Atlantic City Council is finally moving on a public safety civilian review board it first created — but never filled — nearly two years ago. The board was council’s answer after it had been “bombarded with complaints from the community regarding allegations of police brutality, harassment (and) abuse of authority,” according to the ordinance.
But since the 2012 vote, the only moves have been to keep changing how many members would sit on the board, which would be a first stop for such allegations.
The amended ordinance calls for 11 members, with each of the nine councilmen getting to make one appointment, and the mayor getting two. Originally, the public safety director also would have named a member, but the safety director position will be dissolved after Jan. 31.
At his promotion ceremony last month, new Police Chief Henry White said he welcomed transparency and believes that it will be found that his department operates in a professional manner. Allegations against officers already go to the Atlantic County Prosecutor’s Office, and there is oversight by the Attorney General’s Office.
The board’s duties would include establishing accountability — by investigating and hearing civilian complaints on police activity — and creating and utilizing an “early warning” or “at-risk” system to identify officers who have repeated complaints made against them.
But the board also would “protect officers from petty and vengeful complaints as well as protect the due process rights of officers engaged in the complaint process,” the ordinance states.
Atlantic City garnered national attention after a video showing a June 15 arrest outside the Tropicana Casino Hotel allegedly showed officers beating a 20-year-old Linwood man. Connor Castellani’s family filed suit against the officers and department in September.
National Action Network of South Jersey President Steve Young held a news conference before the Nov. 13 City Council meeting calling for several actions to be taken, including implementation of the board within 30 days.

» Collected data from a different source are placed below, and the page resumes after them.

"""The report of plotwise:estimate, built from :class:`engine.estimation.Estimate` (never imports the host)."""

import math
from dataclasses import dataclass

import numpy as np

from ..engine.listing import natural_key
from .style import CATEGORY_COLOURS, INK, MUTED
from .svg import MapLayer, histogram_svg, interval_chart_svg, map_svg

UNIT_COLOUR = CATEGORY_COLOURS[1]  # amber: visible on the pale and the dark end of the density shading

REFERENCES = (
    "Cochran, W. G. (1977). Sampling Techniques, 3rd ed. Wiley. Chapter 5 (stratified random sampling, "
    "Satterthwaite's degrees of freedom, §5A.12 one unit per stratum: collapsed strata) and chapter 6 (ratio "
    "estimators).",
    "Hansen, M. H., Hurwitz, W. N. & Madow, W. G. (1953). Sample Survey Methods and Theory, vol. I. Wiley "
    "(collapsed strata of unequal size).",
    "Satterthwaite, F. E. (1946). An approximate distribution of estimates of variance components. "
    "Biometrics Bulletin 2, 110-114.",
    "Box, G. E. P. (1954). Some theorems on quadratic forms applied in the study of analysis of variance "
    "problems, I. Annals of Mathematical Statistics 25, 290-302.",
    "Seber, G. A. F. (1982). The Estimation of Animal Abundance and Related Parameters, 2nd ed. Griffin "
    "(the delta method).",
    "Burnham, K. P., Anderson, D. R., White, G. C., Brownie, C. & Pollock, K. H. (1987). Design and "
    "analysis methods for fish survival experiments based on release-recapture. American Fisheries "
    "Society Monograph 5 (log-normal intervals).",
    "Buckland, S. T., Anderson, D. R., Burnham, K. P., Laake, J. L., Borchers, D. L. & Thomas, L. (2001). "
    "Introduction to Distance Sampling. Oxford University Press (§3.6.1 log-normal intervals with t, eq. 3.75 "
    "degrees of freedom of a combined CV, bootstrap).",
    "Garwood, F. (1936). Fiducial limits for the Poisson distribution. Biometrika 28, 437-442.",
    "Gregoire, T. G. & Valentine, H. T. (2008). Sampling Strategies for Natural Resources and the Environment. "
    "Chapman & Hall/CRC, ch. 10 (plus sampling at the edges).",
    "Cordy, C. B. (1993). An extension of the Horvitz-Thompson theorem to point sampling from a continuous "
    "universe. Statistics & Probability Letters 18, 353-362.",
    "Efron, B. & Tibshirani, R. J. (1993). An Introduction to the Bootstrap. Chapman & Hall.",
    "Rao, J. N. K. & Wu, C. F. J. (1988). Resampling inference with complex survey data. Journal of the "
    "American Statistical Association 83, 231-241 (the rescaled bootstrap).",
    "Stevens, D. L. & Olsen, A. R. (2003). Variance estimation for spatially balanced samples of "
    "environmental resources. Environmetrics 14, 593-610.",
    "Neyman, J. (1934). On the two different aspects of the representative method. Journal of the Royal "
    "Statistical Society 97, 558-625.",
)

That has not yet happened.
The amended ordinance — which is up for second reading Jan. 15 — shows how long the board has been planned. It has the two-year terms of appointed board members beginning Jan. 1, 2012.
Members would first have to pass a criminal history background check conducted by the Atlantic City Police Department.
If the board should find a complaint warrants a hearing, that would go to the “second tier,” which would consist of council members.